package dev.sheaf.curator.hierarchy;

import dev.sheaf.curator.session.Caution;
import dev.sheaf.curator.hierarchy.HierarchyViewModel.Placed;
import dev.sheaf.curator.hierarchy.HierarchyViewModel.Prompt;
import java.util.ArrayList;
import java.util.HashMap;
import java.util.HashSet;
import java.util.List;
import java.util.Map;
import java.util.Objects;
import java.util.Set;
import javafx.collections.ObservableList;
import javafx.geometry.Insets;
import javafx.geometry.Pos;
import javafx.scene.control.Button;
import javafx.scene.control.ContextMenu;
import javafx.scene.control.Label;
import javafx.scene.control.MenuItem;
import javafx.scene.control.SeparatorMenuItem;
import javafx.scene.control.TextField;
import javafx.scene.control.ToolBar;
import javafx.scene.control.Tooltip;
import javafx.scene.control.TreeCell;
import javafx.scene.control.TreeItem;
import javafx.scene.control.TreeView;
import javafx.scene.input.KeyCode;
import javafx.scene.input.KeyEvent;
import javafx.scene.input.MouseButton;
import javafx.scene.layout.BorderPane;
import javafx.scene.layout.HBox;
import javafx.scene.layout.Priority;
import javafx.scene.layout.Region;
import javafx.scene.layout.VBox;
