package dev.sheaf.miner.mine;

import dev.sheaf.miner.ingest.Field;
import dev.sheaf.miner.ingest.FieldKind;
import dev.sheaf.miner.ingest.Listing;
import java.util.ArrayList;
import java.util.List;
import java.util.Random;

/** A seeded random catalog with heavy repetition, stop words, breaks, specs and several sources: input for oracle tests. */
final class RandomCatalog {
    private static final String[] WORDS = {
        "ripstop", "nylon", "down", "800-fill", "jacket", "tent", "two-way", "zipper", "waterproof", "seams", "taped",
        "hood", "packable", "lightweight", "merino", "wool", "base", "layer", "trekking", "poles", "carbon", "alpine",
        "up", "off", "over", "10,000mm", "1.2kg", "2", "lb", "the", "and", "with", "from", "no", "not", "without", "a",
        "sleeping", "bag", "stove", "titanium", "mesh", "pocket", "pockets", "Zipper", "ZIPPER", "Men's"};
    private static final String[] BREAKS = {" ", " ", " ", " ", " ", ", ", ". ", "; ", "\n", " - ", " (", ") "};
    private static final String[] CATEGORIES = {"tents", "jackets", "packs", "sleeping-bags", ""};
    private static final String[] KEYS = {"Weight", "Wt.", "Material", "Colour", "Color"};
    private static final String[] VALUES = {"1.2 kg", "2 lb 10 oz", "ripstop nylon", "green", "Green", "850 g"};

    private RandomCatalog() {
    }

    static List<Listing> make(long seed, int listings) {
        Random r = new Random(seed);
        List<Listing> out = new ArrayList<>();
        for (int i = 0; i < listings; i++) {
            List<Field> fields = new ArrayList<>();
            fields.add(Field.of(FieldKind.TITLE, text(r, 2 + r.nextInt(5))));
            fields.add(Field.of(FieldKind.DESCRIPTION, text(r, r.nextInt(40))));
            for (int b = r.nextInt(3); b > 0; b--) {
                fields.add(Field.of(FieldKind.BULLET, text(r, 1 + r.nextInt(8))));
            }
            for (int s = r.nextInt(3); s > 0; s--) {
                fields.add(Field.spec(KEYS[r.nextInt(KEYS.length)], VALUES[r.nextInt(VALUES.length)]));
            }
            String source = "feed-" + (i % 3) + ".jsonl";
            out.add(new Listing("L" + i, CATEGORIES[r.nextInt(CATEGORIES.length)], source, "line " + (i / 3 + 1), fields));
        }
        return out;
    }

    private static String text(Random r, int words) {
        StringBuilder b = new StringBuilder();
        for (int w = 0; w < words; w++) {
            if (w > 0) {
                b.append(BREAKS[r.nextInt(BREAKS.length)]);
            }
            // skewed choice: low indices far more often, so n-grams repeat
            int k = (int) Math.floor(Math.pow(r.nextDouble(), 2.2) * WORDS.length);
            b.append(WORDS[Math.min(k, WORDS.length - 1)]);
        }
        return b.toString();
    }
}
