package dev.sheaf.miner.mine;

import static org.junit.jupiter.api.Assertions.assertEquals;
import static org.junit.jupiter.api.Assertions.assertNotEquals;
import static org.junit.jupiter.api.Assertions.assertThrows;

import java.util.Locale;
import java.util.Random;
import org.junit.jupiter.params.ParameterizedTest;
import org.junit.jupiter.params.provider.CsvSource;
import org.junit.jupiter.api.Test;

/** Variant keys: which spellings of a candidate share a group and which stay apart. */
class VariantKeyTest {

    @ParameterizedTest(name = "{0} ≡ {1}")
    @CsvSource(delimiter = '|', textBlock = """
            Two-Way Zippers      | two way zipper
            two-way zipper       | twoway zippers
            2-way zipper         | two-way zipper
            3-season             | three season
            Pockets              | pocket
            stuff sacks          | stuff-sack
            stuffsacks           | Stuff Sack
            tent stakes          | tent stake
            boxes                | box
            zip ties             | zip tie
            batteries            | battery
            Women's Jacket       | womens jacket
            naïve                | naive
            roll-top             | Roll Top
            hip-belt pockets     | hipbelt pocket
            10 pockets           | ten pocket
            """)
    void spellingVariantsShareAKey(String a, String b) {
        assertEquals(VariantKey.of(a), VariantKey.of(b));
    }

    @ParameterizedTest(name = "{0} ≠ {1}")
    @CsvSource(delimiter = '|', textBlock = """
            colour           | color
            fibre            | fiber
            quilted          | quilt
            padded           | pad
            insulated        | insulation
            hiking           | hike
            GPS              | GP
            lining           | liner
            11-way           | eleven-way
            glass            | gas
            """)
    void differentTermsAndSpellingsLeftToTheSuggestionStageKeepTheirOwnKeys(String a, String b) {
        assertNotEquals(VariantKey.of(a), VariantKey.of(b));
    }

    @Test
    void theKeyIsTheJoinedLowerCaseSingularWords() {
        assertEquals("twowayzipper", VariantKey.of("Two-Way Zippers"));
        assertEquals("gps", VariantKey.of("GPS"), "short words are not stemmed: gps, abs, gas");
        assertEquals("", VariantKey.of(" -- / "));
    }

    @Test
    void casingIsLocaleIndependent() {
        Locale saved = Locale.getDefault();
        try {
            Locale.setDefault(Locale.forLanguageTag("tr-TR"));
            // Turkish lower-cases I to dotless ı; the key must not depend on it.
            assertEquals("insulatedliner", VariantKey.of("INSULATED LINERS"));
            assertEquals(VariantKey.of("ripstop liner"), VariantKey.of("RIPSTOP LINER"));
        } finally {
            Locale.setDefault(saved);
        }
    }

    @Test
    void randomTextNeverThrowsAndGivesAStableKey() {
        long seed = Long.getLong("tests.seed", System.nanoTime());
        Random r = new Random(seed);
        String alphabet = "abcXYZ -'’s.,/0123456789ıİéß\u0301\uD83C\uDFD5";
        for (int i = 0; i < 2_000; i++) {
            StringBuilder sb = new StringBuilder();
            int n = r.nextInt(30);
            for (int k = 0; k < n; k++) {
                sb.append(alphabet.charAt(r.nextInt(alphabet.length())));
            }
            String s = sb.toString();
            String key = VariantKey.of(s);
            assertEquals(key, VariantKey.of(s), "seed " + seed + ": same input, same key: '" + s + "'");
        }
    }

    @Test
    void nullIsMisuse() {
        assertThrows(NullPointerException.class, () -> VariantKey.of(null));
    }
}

■ ■ ■ ■ ■

**Problem to solve**
Print each entry exactly as it appears above.

**Answer to this problem**
package dev.sheaf.curator.hierarchy;

import dev.sheaf.curator.session.Caution;
import dev.sheaf.curator.hierarchy.HierarchyViewModel.Placed;
import dev.sheaf.curator.hierarchy.HierarchyViewModel.Prompt;
import java.util.ArrayList;
import java.util.HashMap;
import java.util.HashSet;
import java.util.List;
import java.util.Map;
import java.util.Objects;
import java.util.Set;
import javafx.collections.ObservableList;
import javafx.geometry.Insets;
import javafx.geometry.Pos;
import javafx.scene.control.Button;
import javafx.scene.control.ContextMenu;
import javafx.scene.control.Label;
import javafx.scene.control.MenuItem;
import javafx.scene.control.SeparatorMenuItem;
import javafx.scene.control.TextField;
import javafx.scene.control.ToolBar;
import javafx.scene.control.Tooltip;
import javafx.scene.control.TreeCell;
import javafx.scene.control.TreeItem;
import javafx.scene.control.TreeView;
import javafx.scene.input.KeyCode;
import javafx.scene.input.KeyEvent;
import javafx.scene.input.MouseButton;
import javafx.scene.layout.BorderPane;
import javafx.scene.layout.HBox;
import javafx.scene.layout.Priority;
import javafx.scene.layout.Region;
import javafx.scene.layout.VBox;
package dev.sheaf.miner.mine;

import dev.sheaf.miner.ingest.Field;
import dev.sheaf.miner.ingest.FieldKind;
import dev.sheaf.miner.ingest.Listing;
import java.util.ArrayList;
import java.util.List;
import java.util.Random;

/** A seeded random catalog with heavy repetition, stop words, breaks, specs and several sources: input for oracle tests. */
final class RandomCatalog {
    private static final String[] WORDS = {
        "ripstop", "nylon", "down", "800-fill", "jacket", "tent", "two-way", "zipper", "waterproof", "seams", "taped",
        "hood", "packable", "lightweight", "merino", "wool", "base", "layer", "trekking", "poles", "carbon", "alpine",
        "up", "off", "over", "10,000mm", "1.2kg", "2", "lb", "the", "and", "with", "from", "no", "not", "without", "a",
        "sleeping", "bag", "stove", "titanium", "mesh", "pocket", "pockets", "Zipper", "ZIPPER", "Men's"};
    private static final String[] BREAKS = {" ", " ", " ", " ", " ", ", ", ". ", "; ", "\n", " - ", " (", ") "};
    private static final String[] CATEGORIES = {"tents", "jackets", "packs", "sleeping-bags", ""};
    private static final String[] KEYS = {"Weight", "Wt.", "Material", "Colour", "Color"};
    private static final String[] VALUES = {"1.2 kg", "2 lb 10 oz", "ripstop nylon", "green", "Green", "850 g"};

    private RandomCatalog() {
    }

    static List<Listing> make(long seed, int listings) {
        Random r = new Random(seed);
        List<Listing> out = new ArrayList<>();
        for (int i = 0; i < listings; i++) {
            List<Field> fields = new ArrayList<>();
            fields.add(Field.of(FieldKind.TITLE, text(r, 2 + r.nextInt(5))));
            fields.add(Field.of(FieldKind.DESCRIPTION, text(r, r.nextInt(40))));
            for (int b = r.nextInt(3); b > 0; b--) {
                fields.add(Field.of(FieldKind.BULLET, text(r, 1 + r.nextInt(8))));
            }
            for (int s = r.nextInt(3); s > 0; s--) {
                fields.add(Field.spec(KEYS[r.nextInt(KEYS.length)], VALUES[r.nextInt(VALUES.length)]));
            }
            String source = "feed-" + (i % 3) + ".jsonl";
            out.add(new Listing("L" + i, CATEGORIES[r.nextInt(CATEGORIES.length)], source, "line " + (i / 3 + 1), fields));
        }
        return out;
    }

    private static String text(Random r, int words) {
        StringBuilder b = new StringBuilder();
        for (int w = 0; w < words; w++) {
            if (w > 0) {
                b.append(BREAKS[r.nextInt(BREAKS.length)]);
            }
            // skewed choice: low indices far more often, so n-grams repeat
            int k = (int) Math.floor(Math.pow(r.nextDouble(), 2.2) * WORDS.length);
            b.append(WORDS[Math.min(k, WORDS.length - 1)]);
        }
        return b.toString();
    }
}
package dev.sheaf.miner.mine;

import static org.junit.jupiter.api.Assertions.assertEquals;
import static org.junit.jupiter.api.Assertions.assertNotEquals;
import static org.junit.jupiter.api.Assertions.assertThrows;

import java.util.Locale;
import java.util.Random;
import org.junit.jupiter.params.ParameterizedTest;
import org.junit.jupiter.params.provider.CsvSource;
import org.junit.jupiter.api.Test;

/** Variant keys: which spellings of a candidate share a group and which stay apart. */
class VariantKeyTest {

    @ParameterizedTest(name = "{0} ≡ {1}")
    @CsvSource(delimiter = '|', textBlock = """
            Two-Way Zippers      | two way zipper
            two-way zipper       | twoway zippers
            2-way zipper         | two-way zipper
            3-season             | three season
            Pockets              | pocket
            stuff sacks          | stuff-sack
            stuffsacks           | Stuff Sack
            tent stakes          | tent stake
            boxes                | box
            zip ties             | zip tie
            batteries            | battery
            Women's Jacket       | womens jacket
            naïve                | naive
            roll-top             | Roll Top
            hip-belt pockets     | hipbelt pocket
            10 pockets           | ten pocket
            """)
    void spellingVariantsShareAKey(String a, String b) {
        assertEquals(VariantKey.of(a), VariantKey.of(b));
    }

    @ParameterizedTest(name = "{0} ≠ {1}")
    @CsvSource(delimiter = '|', textBlock = """
            colour           | color
            fibre            | fiber
            quilted          | quilt
            padded           | pad
            insulated        | insulation
            hiking           | hike
            GPS              | GP
            lining           | liner
            11-way           | eleven-way
            glass            | gas
            """)
    void differentTermsAndSpellingsLeftToTheSuggestionStageKeepTheirOwnKeys(String a, String b) {
        assertNotEquals(VariantKey.of(a), VariantKey.of(b));
    }

    @Test
    void theKeyIsTheJoinedLowerCaseSingularWords() {
        assertEquals("twowayzipper", VariantKey.of("Two-Way Zippers"));
        assertEquals("gps", VariantKey.of("GPS"), "short words are not stemmed: gps, abs, gas");
        assertEquals("", VariantKey.of(" -- / "));
    }

    @Test
    void casingIsLocaleIndependent() {
        Locale saved = Locale.getDefault();
        try {
            Locale.setDefault(Locale.forLanguageTag("tr-TR"));
            // Turkish lower-cases I to dotless ı; the key must not depend on it.
            assertEquals("insulatedliner", VariantKey.of("INSULATED LINERS"));
            assertEquals(VariantKey.of("ripstop liner"), VariantKey.of("RIPSTOP LINER"));
        } finally {
            Locale.setDefault(saved);
        }
    }

    @Test
    void randomTextNeverThrowsAndGivesAStableKey() {
        long seed = Long.getLong("tests.seed", System.nanoTime());
        Random r = new Random(seed);
        String alphabet = "abcXYZ -'’s.,/0123456789ıİéß\u0301\uD83C\uDFD5";
        for (int i = 0; i < 2_000; i++) {
            StringBuilder sb = new StringBuilder();
            int n = r.nextInt(30);
            for (int k = 0; k < n; k++) {
                sb.append(alphabet.charAt(r.nextInt(alphabet.length())));
            }
            String s = sb.toString();
            String key = VariantKey.of(s);
            assertEquals(key, VariantKey.of(s), "seed " + seed + ": same input, same key: '" + s + "'");
        }
    }

    @Test
    void nullIsMisuse() {
        assertThrows(NullPointerException.class, () -> VariantKey.of(null));
    }
}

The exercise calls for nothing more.